### Dataset entries:

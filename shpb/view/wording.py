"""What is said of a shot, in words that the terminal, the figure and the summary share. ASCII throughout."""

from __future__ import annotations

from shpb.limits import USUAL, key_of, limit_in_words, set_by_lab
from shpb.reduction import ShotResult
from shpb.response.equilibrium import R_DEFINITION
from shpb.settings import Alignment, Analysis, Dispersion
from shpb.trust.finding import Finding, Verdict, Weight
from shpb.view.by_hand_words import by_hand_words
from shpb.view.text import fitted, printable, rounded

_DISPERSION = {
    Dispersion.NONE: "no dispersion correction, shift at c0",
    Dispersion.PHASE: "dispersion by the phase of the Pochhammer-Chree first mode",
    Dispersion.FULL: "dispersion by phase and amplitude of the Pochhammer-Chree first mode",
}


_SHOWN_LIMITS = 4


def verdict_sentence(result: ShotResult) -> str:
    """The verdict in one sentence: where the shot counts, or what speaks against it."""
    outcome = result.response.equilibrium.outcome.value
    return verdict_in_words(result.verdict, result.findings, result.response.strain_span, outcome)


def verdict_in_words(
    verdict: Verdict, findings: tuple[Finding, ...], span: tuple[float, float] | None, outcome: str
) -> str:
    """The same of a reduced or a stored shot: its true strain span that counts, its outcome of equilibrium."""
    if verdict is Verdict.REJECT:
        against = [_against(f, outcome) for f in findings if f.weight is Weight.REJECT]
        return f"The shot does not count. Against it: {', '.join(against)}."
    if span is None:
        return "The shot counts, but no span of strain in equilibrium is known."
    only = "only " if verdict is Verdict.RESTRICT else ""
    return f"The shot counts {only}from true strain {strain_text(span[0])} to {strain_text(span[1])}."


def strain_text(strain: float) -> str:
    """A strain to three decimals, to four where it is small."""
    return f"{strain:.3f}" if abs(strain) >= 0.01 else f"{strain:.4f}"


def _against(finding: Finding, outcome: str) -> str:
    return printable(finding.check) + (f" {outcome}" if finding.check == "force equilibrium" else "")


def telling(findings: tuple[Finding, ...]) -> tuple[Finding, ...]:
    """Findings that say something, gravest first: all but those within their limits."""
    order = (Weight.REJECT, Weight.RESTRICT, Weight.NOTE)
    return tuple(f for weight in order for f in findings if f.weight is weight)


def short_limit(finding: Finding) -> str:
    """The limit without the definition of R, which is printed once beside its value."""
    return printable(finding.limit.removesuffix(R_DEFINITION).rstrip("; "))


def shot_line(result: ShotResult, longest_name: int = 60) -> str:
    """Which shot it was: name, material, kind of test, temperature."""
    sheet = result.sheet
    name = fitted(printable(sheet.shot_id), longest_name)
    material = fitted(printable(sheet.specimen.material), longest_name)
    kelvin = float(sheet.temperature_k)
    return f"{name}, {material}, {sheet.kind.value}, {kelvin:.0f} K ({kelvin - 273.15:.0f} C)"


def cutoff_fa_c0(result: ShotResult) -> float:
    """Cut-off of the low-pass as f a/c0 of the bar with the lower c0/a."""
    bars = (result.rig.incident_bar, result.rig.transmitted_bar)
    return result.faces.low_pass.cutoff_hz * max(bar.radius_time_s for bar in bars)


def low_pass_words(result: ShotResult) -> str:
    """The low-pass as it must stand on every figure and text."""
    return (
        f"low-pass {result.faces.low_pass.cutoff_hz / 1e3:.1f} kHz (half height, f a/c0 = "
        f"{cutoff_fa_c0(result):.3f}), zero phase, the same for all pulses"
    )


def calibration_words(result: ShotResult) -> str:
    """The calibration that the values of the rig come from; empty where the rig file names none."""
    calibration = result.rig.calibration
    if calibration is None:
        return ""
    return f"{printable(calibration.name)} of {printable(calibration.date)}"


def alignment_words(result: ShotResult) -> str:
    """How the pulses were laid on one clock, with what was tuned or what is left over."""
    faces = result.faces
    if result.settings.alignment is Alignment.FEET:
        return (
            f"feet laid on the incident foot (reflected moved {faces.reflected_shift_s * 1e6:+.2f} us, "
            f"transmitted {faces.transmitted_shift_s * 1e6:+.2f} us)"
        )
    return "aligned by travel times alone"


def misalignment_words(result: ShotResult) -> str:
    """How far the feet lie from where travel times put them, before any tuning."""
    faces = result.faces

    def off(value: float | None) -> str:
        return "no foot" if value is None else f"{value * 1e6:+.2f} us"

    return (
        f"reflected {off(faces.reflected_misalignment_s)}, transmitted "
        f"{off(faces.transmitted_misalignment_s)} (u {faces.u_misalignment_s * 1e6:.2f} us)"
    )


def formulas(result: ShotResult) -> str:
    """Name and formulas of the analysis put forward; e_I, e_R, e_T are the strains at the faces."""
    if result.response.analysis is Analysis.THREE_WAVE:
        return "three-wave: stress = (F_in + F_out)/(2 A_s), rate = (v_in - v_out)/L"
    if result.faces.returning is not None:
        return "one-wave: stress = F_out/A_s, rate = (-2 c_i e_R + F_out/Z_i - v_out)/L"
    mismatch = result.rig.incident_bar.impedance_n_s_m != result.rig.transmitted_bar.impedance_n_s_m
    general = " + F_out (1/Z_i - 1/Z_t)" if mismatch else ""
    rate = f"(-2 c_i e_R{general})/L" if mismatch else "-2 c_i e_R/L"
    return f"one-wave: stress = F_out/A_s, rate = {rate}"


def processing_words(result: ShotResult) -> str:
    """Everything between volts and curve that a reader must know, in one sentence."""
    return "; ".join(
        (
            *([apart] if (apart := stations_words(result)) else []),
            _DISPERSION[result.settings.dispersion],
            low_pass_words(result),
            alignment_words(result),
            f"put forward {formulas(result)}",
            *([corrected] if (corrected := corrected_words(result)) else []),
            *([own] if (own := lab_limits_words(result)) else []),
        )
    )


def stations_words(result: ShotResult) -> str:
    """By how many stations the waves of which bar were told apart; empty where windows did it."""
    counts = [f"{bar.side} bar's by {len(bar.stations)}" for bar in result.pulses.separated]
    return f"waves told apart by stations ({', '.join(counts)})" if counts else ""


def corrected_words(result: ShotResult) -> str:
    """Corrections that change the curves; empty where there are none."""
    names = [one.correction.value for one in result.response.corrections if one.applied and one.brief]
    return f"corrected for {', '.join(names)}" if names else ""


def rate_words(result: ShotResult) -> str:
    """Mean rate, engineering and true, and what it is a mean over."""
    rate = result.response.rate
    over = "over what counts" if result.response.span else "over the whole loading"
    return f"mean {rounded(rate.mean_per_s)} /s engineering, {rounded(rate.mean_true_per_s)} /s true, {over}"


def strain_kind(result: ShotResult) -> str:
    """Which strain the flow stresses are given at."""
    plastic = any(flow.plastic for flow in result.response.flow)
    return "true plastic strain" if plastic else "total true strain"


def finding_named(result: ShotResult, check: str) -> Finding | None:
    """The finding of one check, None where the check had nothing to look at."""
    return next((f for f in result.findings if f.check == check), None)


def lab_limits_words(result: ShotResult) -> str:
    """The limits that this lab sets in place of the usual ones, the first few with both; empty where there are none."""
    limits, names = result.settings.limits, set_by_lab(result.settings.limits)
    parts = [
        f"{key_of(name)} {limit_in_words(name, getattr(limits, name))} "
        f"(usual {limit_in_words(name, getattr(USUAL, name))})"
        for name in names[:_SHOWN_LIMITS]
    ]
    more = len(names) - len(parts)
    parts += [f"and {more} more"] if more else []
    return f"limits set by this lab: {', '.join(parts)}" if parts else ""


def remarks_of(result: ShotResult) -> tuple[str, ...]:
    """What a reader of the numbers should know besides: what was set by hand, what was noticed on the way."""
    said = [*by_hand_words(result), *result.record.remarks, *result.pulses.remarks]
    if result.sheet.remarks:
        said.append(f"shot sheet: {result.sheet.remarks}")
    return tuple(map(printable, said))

### WHAT TO PRODUCE:
Exactly the lines from the start of the entries through the one bearing "def telling(findings: tuple[Finding, ...])" are to be output, with both ends included.

### TASK ANSWER:
filename shpb/view/wording.py
"""What is said of a shot, in words that the terminal, the figure and the summary share. ASCII throughout."""

from __future__ import annotations

from shpb.limits import USUAL, key_of, limit_in_words, set_by_lab
from shpb.reduction import ShotResult
from shpb.response.equilibrium import R_DEFINITION
from shpb.settings import Alignment, Analysis, Dispersion
from shpb.trust.finding import Finding, Verdict, Weight
from shpb.view.by_hand_words import by_hand_words
from shpb.view.text import fitted, printable, rounded

_DISPERSION = {
    Dispersion.NONE: "no dispersion correction, shift at c0",
    Dispersion.PHASE: "dispersion by the phase of the Pochhammer-Chree first mode",
    Dispersion.FULL: "dispersion by phase and amplitude of the Pochhammer-Chree first mode",
}


_SHOWN_LIMITS = 4


def verdict_sentence(result: ShotResult) -> str:
    """The verdict in one sentence: where the shot counts, or what speaks against it."""
    outcome = result.response.equilibrium.outcome.value
    return verdict_in_words(result.verdict, result.findings, result.response.strain_span, outcome)


def verdict_in_words(
    verdict: Verdict, findings: tuple[Finding, ...], span: tuple[float, float] | None, outcome: str
) -> str:
    """The same of a reduced or a stored shot: its true strain span that counts, its outcome of equilibrium."""
    if verdict is Verdict.REJECT:
        against = [_against(f, outcome) for f in findings if f.weight is Weight.REJECT]
        return f"The shot does not count. Against it: {', '.join(against)}."
    if span is None:
        return "The shot counts, but no span of strain in equilibrium is known."
    only = "only " if verdict is Verdict.RESTRICT else ""
    return f"The shot counts {only}from true strain {strain_text(span[0])} to {strain_text(span[1])}."


def strain_text(strain: float) -> str:
    """A strain to three decimals, to four where it is small."""
    return f"{strain:.3f}" if abs(strain) >= 0.01 else f"{strain:.4f}"


def _against(finding: Finding, outcome: str) -> str:
    return printable(finding.check) + (f" {outcome}" if finding.check == "force equilibrium" else "")


def telling(findings: tuple[Finding, ...]) -> tuple[Finding, ...]:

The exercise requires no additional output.